Perhaps we should no longer feel surprised at the snail's pace with which promises on women in conflict are implemented. Even on rape in war, arguably the least controversial women’s rights issue, individual states as well as the international community are dragging their feet.  

There is no conflict in recent history where women and girls have not been targeted for sexual violence, whether as a form of torture, as a method to humiliate the enemy, or with a view to spreading terror and despair. Yet it took decades of reports on vicious sexual violence in conflicts across the globe before the UN Security Council set up an office to gather information and push for action. 

Some countries that have emerged out of conflict, such as Cote d'Ivoire and Bosnia and Herzegovina, do not adequately criminalize rape in their domestic laws. More generally, the vast majority of countries fail to prosecute and address both rape and violence against women. 

Women and girls who report sexual violence face stigma, ostracism and disbelief from the authorities who fail to follow up their cases, and from their own families and communities who blame the victims for the abuse.

Yet there is something about the current climate of change that inspires hope. There is certainly a gulf of difference between the Arab Spring revolutions and the Occupy movement sweeping through the North American continent.  For one thing, while the police have almost certainly used undue force on some of the Occupy participants in New York and elsewhere, demonstrators there need not fear for their lives.  This is not the case of those pushing for change in Syria, Yemen, Egypt, Libya and beyond. 
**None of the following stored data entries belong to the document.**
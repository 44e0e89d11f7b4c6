using Placement.Points;
using Placement.Profiles;

namespace Placement.Bodies;

/// <summary>Kinetic energy of moving points and of a profile rotating with an angular velocity Ω(r).</summary>
/// <remarks>
/// Points: K = ½ Σ m_i |v_i|². Profile: T = ½ ∫ Ω² ϖ² dm with ϖ the distance from the rotation axis; for rotation on
/// spheres (Ω a function of the spherical radius) the shell average ⟨ϖ²⟩ = (2/3) r² gives T = (1/3) ∫ Ω(r)² r² dm
/// (by symmetry, standard result), integrated on equal mass panels by 4-point Gauss–Legendre. A uniform sphere in
/// solid-body rotation has T = ½ I Ω² = (1/5) M R² Ω² (standard textbook result). Units: mass·length²/time².
/// </remarks>
public static class KineticEnergy
{
    /// <summary>½ Σ m |v|² of the points, mass·length²/time² of their units.</summary>
    /// <exception cref="ArgumentException">A velocity array does not have one value per point.</exception>
    public static double OfPoints(PointSet points, double[] vx, double[] vy, double[] vz)
    {
        ArgumentNullException.ThrowIfNull(points);
        ArgumentNullException.ThrowIfNull(vx);
        ArgumentNullException.ThrowIfNull(vy);
        ArgumentNullException.ThrowIfNull(vz);
        int n = points.Count;
        if (vx.Length != n || vy.Length != n || vz.Length != n)
            throw new ArgumentException($"Velocity components have {vx.Length}, {vy.Length}, {vz.Length} values for {n} points.", nameof(vx));
        double sum = 0;
        for (int i = 0; i < n; i++) sum += points.Mass[i] * (vx[i] * vx[i] + vy[i] * vy[i] + vz[i] * vz[i]);
        return 0.5 * sum;
    }

    /// <summary>T = (1/3) ∫ Ω(r)² r² dm of the profile rotating with <paramref name="angularVelocity"/> (1/time), mass·length²/time².</summary>
    public static double OfRotatingProfile(IRadialProfile profile, Func<double, double> angularVelocity, int panels = 2000)
    {
        ArgumentNullException.ThrowIfNull(profile);
        ArgumentNullException.ThrowIfNull(angularVelocity);
        return MassCoordinateQuadrature.Integrate(profile, (_, r) =>
        {
            double w = angularVelocity(r);
            return w * w * r * r / 3;
        }, panels);
    }
}
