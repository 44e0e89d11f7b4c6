namespace Placement.Bodies;

/// <summary>Where the specific internal energy u of the target state comes from.</summary>
public enum InternalEnergySource
{
    /// <summary>Ideal gas of adiabatic index γ: u = P / ((γ − 1) ρ) from the profile's pressure and density.</summary>
    IdealGas,

    /// <summary>The profile's own specific-internal-energy quantity (a carried column with the dimension length²/time², e.g. erg/g), for tables made with another equation of state.</summary>
    Profile,
}
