using Placement.Units;

namespace Placement.Bodies;

/// <summary>
/// A companion point mass on a bound two-body orbit about the primary body: mass, softening, semi-major axis,
/// eccentricity, the orbital phase (true anomaly) and the tilt of the orbital plane.
/// </summary>
/// <remarks>
/// <see cref="Place"/> puts the companion at the relative state of <see cref="TwoBodyOrbit"/> for μ = G(M_primary + m)
/// with the primary at rest at the origin; moving both into the centre-of-mass frame
/// (<see cref="CentreOfMassFrame.Shift"/>) then gives the primary −m/(M + m) and the companion M/(M + m) of the
/// relative state (standard two-body reduction, Murray &amp; Dermott 1999 §2.2). With several companions each is placed
/// on its own two-body orbit about the primary alone (their mutual pull and the other companions' mass are ignored: a
/// hierarchical or test-particle approximation).
/// </remarks>
/// <param name="Name">Identifier written to files (letters, digits, '_' and '-').</param>
/// <param name="Mass">Companion mass m, mass units; positive.</param>
/// <param name="SemiMajorAxis">Semi-major axis a of the relative orbit, length units; positive.</param>
/// <param name="Eccentricity">Eccentricity e, 0 ≤ e &lt; 1.</param>
/// <param name="SofteningLength">Softening length of the companion, length units; ≥ 0.</param>
/// <param name="TrueAnomaly">Orbital phase at the start, radians: 0 periastron, π apastron.</param>
/// <param name="Inclination">Tilt of the orbital plane about the x axis, radians; 0 keeps the orbit in the x–y plane.</param>
public sealed record CompanionOrbit(string Name, double Mass, double SemiMajorAxis, double Eccentricity = 0,
    double SofteningLength = 0, double TrueAnomaly = Math.PI, double Inclination = 0)
{
    /// <summary>The relative orbit about a primary of mass <paramref name="primaryMass"/> in <paramref name="units"/>.</summary>
    /// <exception cref="ArgumentOutOfRangeException">A mass, the semi-major axis or the eccentricity is out of range.</exception>
    public TwoBodyOrbit Orbit(double primaryMass, UnitSystem units)
    {
        ArgumentNullException.ThrowIfNull(units);
        if (!(primaryMass > 0) || !double.IsFinite(primaryMass))
            throw new ArgumentOutOfRangeException(nameof(primaryMass), primaryMass, "The primary's mass must be positive and finite.");
        if (!(Mass > 0) || !double.IsFinite(Mass))
            throw new ArgumentOutOfRangeException(nameof(primaryMass), Mass, $"Companion '{Name}': mass must be positive and finite.");
        return new TwoBodyOrbit(units.GravitationalConstant * (primaryMass + Mass), SemiMajorAxis, Eccentricity);
    }

    /// <summary>The companion as a point mass relative to the primary's centre (primary at rest at the origin).</summary>
    /// <param name="primaryMass">Mass of the primary (gas plus any core), mass units.</param>
    /// <param name="units">Unit system (gives G).</param>
    /// <exception cref="ArgumentOutOfRangeException">A parameter is out of range.</exception>
    /// <exception cref="InvalidOperationException">The resulting point mass is invalid (bad name or softening).</exception>
    public PointMass Place(double primaryMass, UnitSystem units)
    {
        var s = Orbit(primaryMass, units).StateAt(TrueAnomaly, Inclination);
        var result = new PointMass(Name, Mass, SofteningLength, s.X, s.Y, s.Z, s.Vx, s.Vy, s.Vz);
        result.CheckValidity();
        return result;
    }
}
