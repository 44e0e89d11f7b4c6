using Placement.Units;

namespace Placement.Bodies;

/// <summary>Energy budget of a placed body next to the same integrals of its profile (<see cref="EnergyBudgets.Compute"/>).</summary>
/// <remarks>
/// Every energy is in mass·length²/time² of <paramref name="Units"/>; NaN where it cannot be formed (no internal
/// energies, no velocities, no pressure, no Ω(r)). Virial ratio (2K + 3(γ − 1)U) / (−W) = (2K + 3∫P dV)/(−W) for an
/// ideal gas: 1 for a body in equilibrium (virial theorem, standard textbook result); K counts as 0 when absent.
/// With a softened central core (<see cref="Profiles.IRadialProfile.CentralPointMass"/>) the gas also has the potential
/// energy W_c = Σ m Φ_c (∫ Φ_c dm) in the core's field, counted in the totals and the gravitational deviation, and the
/// virial theorem of the gas gains the core's Clausius term V_c = Σ m x·a_c = −G m_c Σ m g(r/h)/r, which replaces W_c in
/// the denominator: (2K + 3(γ − 1)U) / (−(W + V_c)). Both are 0 without a core.
/// </remarks>
/// <param name="Units">Unit system of every energy.</param>
/// <param name="Gamma">Adiabatic index used for the virial ratios.</param>
/// <param name="OpeningAngle">θ of the tree gravity for the points; 0 when the exact pairwise sum was used.</param>
/// <param name="PointsGravitational">W of the points, −G Σ_{i&lt;j} m_i m_j / r_ij.</param>
/// <param name="PointsThermal">U of the points, Σ m u.</param>
/// <param name="PointsKinetic">K of the points, ½ Σ m v².</param>
/// <param name="ProfileGravitational">W of the profile, −G ∫ M dM / r.</param>
/// <param name="ProfileThermal">U of the profile, ∫ u dm.</param>
/// <param name="ProfileRotational">T of the profile, ½ ∫ Ω² ϖ² dm for the given Ω(r).</param>
/// <param name="PointsCorePotential">W_c of the points, Σ m_i Φ_c(r_i) in the central core's softened potential.</param>
/// <param name="ProfileCorePotential">W_c of the profile, ∫ Φ_c dm.</param>
/// <param name="PointsCoreVirial">V_c of the points, −G m_c Σ m_i g(r_i/h)/r_i.</param>
/// <param name="ProfileCoreVirial">V_c of the profile, −G m_c ∫ g(r/h)/r dm.</param>
public sealed record EnergyBudget(
    UnitSystem Units,
    double Gamma,
    double OpeningAngle,
    double PointsGravitational,
    double PointsThermal,
    double PointsKinetic,
    double ProfileGravitational,
    double ProfileThermal,
    double ProfileRotational,
    double PointsCorePotential = 0,
    double ProfileCorePotential = 0,
    double PointsCoreVirial = 0,
    double ProfileCoreVirial = 0)
{
    /// <summary>(2K + 3(γ − 1)U) / (−W) of the points (dimensionless; NaN without U).</summary>
    public double PointsVirialRatio => Virial(PointsKinetic, PointsThermal, PointsGravitational + PointsCoreVirial);

    /// <summary>(2T + 3(γ − 1)U) / (−W) of the profile (dimensionless; NaN without U).</summary>
    public double ProfileVirialRatio => Virial(ProfileRotational, ProfileThermal, ProfileGravitational + ProfileCoreVirial);

    /// <summary>(W + W_c)_points / (W + W_c)_profile − 1 (dimensionless).</summary>
    public double GravitationalDeviation => (PointsGravitational + PointsCorePotential) / (ProfileGravitational + ProfileCorePotential) - 1;

    /// <summary>U_points / U_profile − 1 (dimensionless; NaN when either is missing).</summary>
    public double ThermalDeviation => PointsThermal / ProfileThermal - 1;

    /// <summary>K_points / T_profile − 1 (dimensionless; NaN when either is missing).</summary>
    public double KineticDeviation => PointsKinetic / ProfileRotational - 1;

    /// <summary>Total energy W + W_c + U + K of the points (NaN parts count as 0).</summary>
    public double PointsTotal => PointsGravitational + PointsCorePotential + Zero(PointsThermal) + Zero(PointsKinetic);

    /// <summary>Total energy W + W_c + U + T of the profile (NaN parts count as 0).</summary>
    public double ProfileTotal => ProfileGravitational + ProfileCorePotential + Zero(ProfileThermal) + Zero(ProfileRotational);

    private double Virial(double kinetic, double thermal, double gravitational) =>
        (2 * Zero(kinetic) + 3 * (Gamma - 1) * thermal) / -gravitational;

    private static double Zero(double v) => double.IsNaN(v) ? 0 : v;
}
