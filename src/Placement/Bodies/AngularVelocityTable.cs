using System.Globalization;
using System.Text.RegularExpressions;
using Placement.Numerics;
using Placement.Profiles;
using Placement.Units;

namespace Placement.Bodies;

/// <summary>
/// A user angular-velocity profile Ω(r): a table of radius and Ω read from a small text file, interpolated by a monotone
/// cubic (PCHIP) and held constant beyond the first and last rows.
/// </summary>
/// <remarks>
/// <para>File format (UTF-8 text): lines starting with <c>#</c> and blank lines are ignored; the first other line is the
/// header <c>radius [UNIT] omega [UNIT]</c> (names case-insensitive, <c>r</c> also accepted for radius; units in
/// <see cref="PhysicalUnit"/> syntax, e.g. <c>R_sun</c>, <c>km</c>, <c>1/s</c>, <c>1/t_dyn_sun</c>, <c>1/yr</c>); then one row
/// per radius with two numbers separated by whitespace or a comma. Radii must be finite, ≥ 0 and strictly increasing,
/// Ω finite (a negative Ω rotates the other way); at least two rows. Values are converted to the body's unit system.
/// Errors raise <see cref="ProfileFormatException"/> naming file, line, column and value.</para>
/// <para>Interpolation: PCHIP in (r, Ω) (<see cref="MonotoneCubic"/>: never overshoots the data, monotone where the data
/// are). Outside the table Ω is the value of the nearest end row (constant extension), so a table that stops short of
/// the surface spins the outer layers at its last value; <see cref="Covers"/> tells a caller whether that happens.</para>
/// </remarks>
public sealed partial class AngularVelocityTable
{
    private readonly double[] _r;
    private readonly double[] _omega;
    private readonly double[] _slope;

    /// <summary>Creates the table from radii (length units) and angular velocities (1/time units).</summary>
    /// <exception cref="ArgumentException">Fewer than two rows, lengths differ, radii not finite, negative or not strictly increasing, or Ω not finite.</exception>
    public AngularVelocityTable(IReadOnlyList<double> radius, IReadOnlyList<double> omega)
    {
        ArgumentNullException.ThrowIfNull(radius);
        ArgumentNullException.ThrowIfNull(omega);
        if (radius.Count < 2 || radius.Count != omega.Count)
            throw new ArgumentException($"An angular-velocity table needs at least two rows of (radius, omega); got {radius.Count} radii and {omega.Count} values.", nameof(radius));
        for (int i = 0; i < radius.Count; i++)
        {
            if (!double.IsFinite(radius[i]) || radius[i] < 0 || (i > 0 && !(radius[i] > radius[i - 1])))
                throw new ArgumentException($"Row {i}: radius {radius[i]} must be finite, >= 0 and larger than the previous radius.", nameof(radius));
            if (!double.IsFinite(omega[i]))
                throw new ArgumentException($"Row {i}: omega {omega[i]} must be finite.", nameof(omega));
        }
        _r = [.. radius];
        _omega = [.. omega];
        _slope = new double[_r.Length];
        MonotoneCubic.Slopes(_r, _omega, _slope);
    }

    /// <summary>Table radii, length units.</summary>
    public IReadOnlyList<double> Radius => _r;

    /// <summary>Table angular velocities, 1/time units.</summary>
    public IReadOnlyList<double> Omega => _omega;

    /// <summary>True when the table spans [0, <paramref name="outerRadius"/>] (no constant extension needed inside the body).</summary>
    public bool Covers(double outerRadius) => _r[0] <= 0 && _r[^1] >= outerRadius;

    /// <summary>Ω(r) in 1/time units: PCHIP inside the table, the end values outside.</summary>
    public double Evaluate(double r)
    {
        if (!(r > _r[0])) return _omega[0];
        if (r >= _r[^1]) return _omega[^1];
        int k = Array.BinarySearch(_r, r);
        if (k >= 0) return _omega[k];
        k = ~k - 1;
        double h = _r[k + 1] - _r[k];
        return MonotoneCubic.Hermite((r - _r[k]) / h, h, _omega[k], _omega[k + 1], _slope[k], _slope[k + 1]);
    }

    /// <summary>Reads a table file (format in the remarks) into <paramref name="units"/>.</summary>
    /// <exception cref="FileNotFoundException">The file does not exist.</exception>
    /// <exception cref="ProfileFormatException">The file is malformed; the message names file, line, column and value.</exception>
    public static AngularVelocityTable Read(string path, UnitSystem units)
    {
        ArgumentException.ThrowIfNullOrWhiteSpace(path);
        if (!File.Exists(path)) throw new FileNotFoundException($"Angular-velocity table '{path}' does not exist.", path);
        using var reader = new StreamReader(path);
        return Parse(reader, path, units);
    }

    /// <summary>Parses table text (format in the remarks) from <paramref name="reader"/>; <paramref name="source"/> names it in errors.</summary>
    /// <exception cref="ProfileFormatException">The text is malformed; the message names source, line, column and value.</exception>
    public static AngularVelocityTable Parse(TextReader reader, string source, UnitSystem units)
    {
        ArgumentNullException.ThrowIfNull(reader);
        ArgumentNullException.ThrowIfNull(units);
        var radius = new List<double>();
        var omega = new List<double>();
        double toLength = 0, toRate = 0;
        bool header = false;
        int line = 0;
        for (string? text = reader.ReadLine(); text is not null; text = reader.ReadLine())
        {
            line++;
            string trimmed = text.Trim();
            if (trimmed.Length == 0 || trimmed[0] == '#') continue;
            if (!header)
            {
                (toLength, toRate) = ParseHeader(trimmed, source, line, units);
                header = true;
                continue;
            }
            var cells = trimmed.Split([' ', '\t', ','], StringSplitOptions.RemoveEmptyEntries);
            if (cells.Length > 2)
                throw new ProfileFormatException(source, line, "#3", cells[2], $"expected two values (radius, omega), found {cells.Length}.");
            if (cells.Length < 2)
                throw new ProfileFormatException(source, line, "omega", trimmed, "expected two values (radius, omega), found one.");
            double r = Number(cells[0], source, line, "radius") * toLength;
            double w = Number(cells[1], source, line, "omega") * toRate;
            if (r < 0) throw new ProfileFormatException(source, line, "radius", cells[0], "radius must be >= 0.");
            if (radius.Count > 0 && !(r > radius[^1]))
                throw new ProfileFormatException(source, line, "radius", cells[0], "radii must increase strictly from row to row.");
            radius.Add(r);
            omega.Add(w);
        }
        if (!header) throw new ProfileFormatException(source, line, "radius", "", "no header line 'radius [unit] omega [unit]' found.");
        if (radius.Count < 2) throw new ProfileFormatException(source, line, "radius", radius.Count.ToString(CultureInfo.InvariantCulture), "at least two rows are needed.");
        return new AngularVelocityTable(radius, omega);
    }

    private static (double ToLength, double ToRate) ParseHeader(string text, string source, int line, UnitSystem units)
    {
        var m = HeaderPattern().Match(text);
        if (!m.Success)
            throw new ProfileFormatException(source, line, "header", text, "expected the header 'radius [unit] omega [unit]', e.g. 'radius [R_sun] omega [1/t_dyn_sun]'.");
        string rName = m.Groups[1].Value, wName = m.Groups[3].Value;
        if (!rName.Equals("radius", StringComparison.OrdinalIgnoreCase) && !rName.Equals("r", StringComparison.OrdinalIgnoreCase))
            throw new ProfileFormatException(source, line, "header", rName, "the first column must be 'radius'.");
        if (!wName.Equals("omega", StringComparison.OrdinalIgnoreCase))
            throw new ProfileFormatException(source, line, "header", wName, "the second column must be 'omega'.");
        return (Factor(m.Groups[2].Value, PhysicalUnit.ForSystem(units, 1, 0, 0), source, line, "radius"),
                Factor(m.Groups[4].Value, PhysicalUnit.ForSystem(units, 0, 0, -1), source, line, "omega"));
    }

    private static double Factor(string unitText, PhysicalUnit target, string source, int line, string column)
    {
        if (!PhysicalUnit.TryParse(unitText, out var unit))
            throw new ProfileFormatException(source, line, column, unitText, "unknown unit; use e.g. R_sun, km, cm for radius and 1/s, 1/yr, 1/t_dyn_sun for omega.");
        if (!unit.SameDimension(target))
            throw new ProfileFormatException(source, line, column, unitText, $"the unit has the wrong dimension; expected one like '{target.Name}'.");
        return unit.FactorTo(target);
    }

    private static double Number(string cell, string source, int line, string column)
    {
        if (!double.TryParse(cell, NumberStyles.Float, CultureInfo.InvariantCulture, out double value) || !double.IsFinite(value))
            throw new ProfileFormatException(source, line, column, cell, "not a finite number.");
        return value;
    }

    [GeneratedRegex(@"^([A-Za-z_]+)\s*\[([^\]]+)\]\s*[,\s]\s*([A-Za-z_]+)\s*\[([^\]]+)\]$", RegexOptions.CultureInvariant)]
    private static partial Regex HeaderPattern();
}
But the call for equality is a unifying element of the demands presented by the popular movements most everywhere. Therefore, regardless of where we are and whether we feel affinity for any of these movements, as we commemorate November 25, the International Day to Eliminate Violence Against Women, let us remind each other that equality means equality for women too.   

These past few months have been big on words and renewed promises on women’s participation, in particular in post-conflict settings. While it is incumbent on all of us to make sure these promises are kept, governments have a special obligation to ensure equality.  This is true whether the government represents a country recently out of conflict, still experiencing high levels of general violence, or a peaceful country merely contemplating financial support for change.  

Change is possible.  Change that secures equality is essential.  We just have to commit to actually making change happen.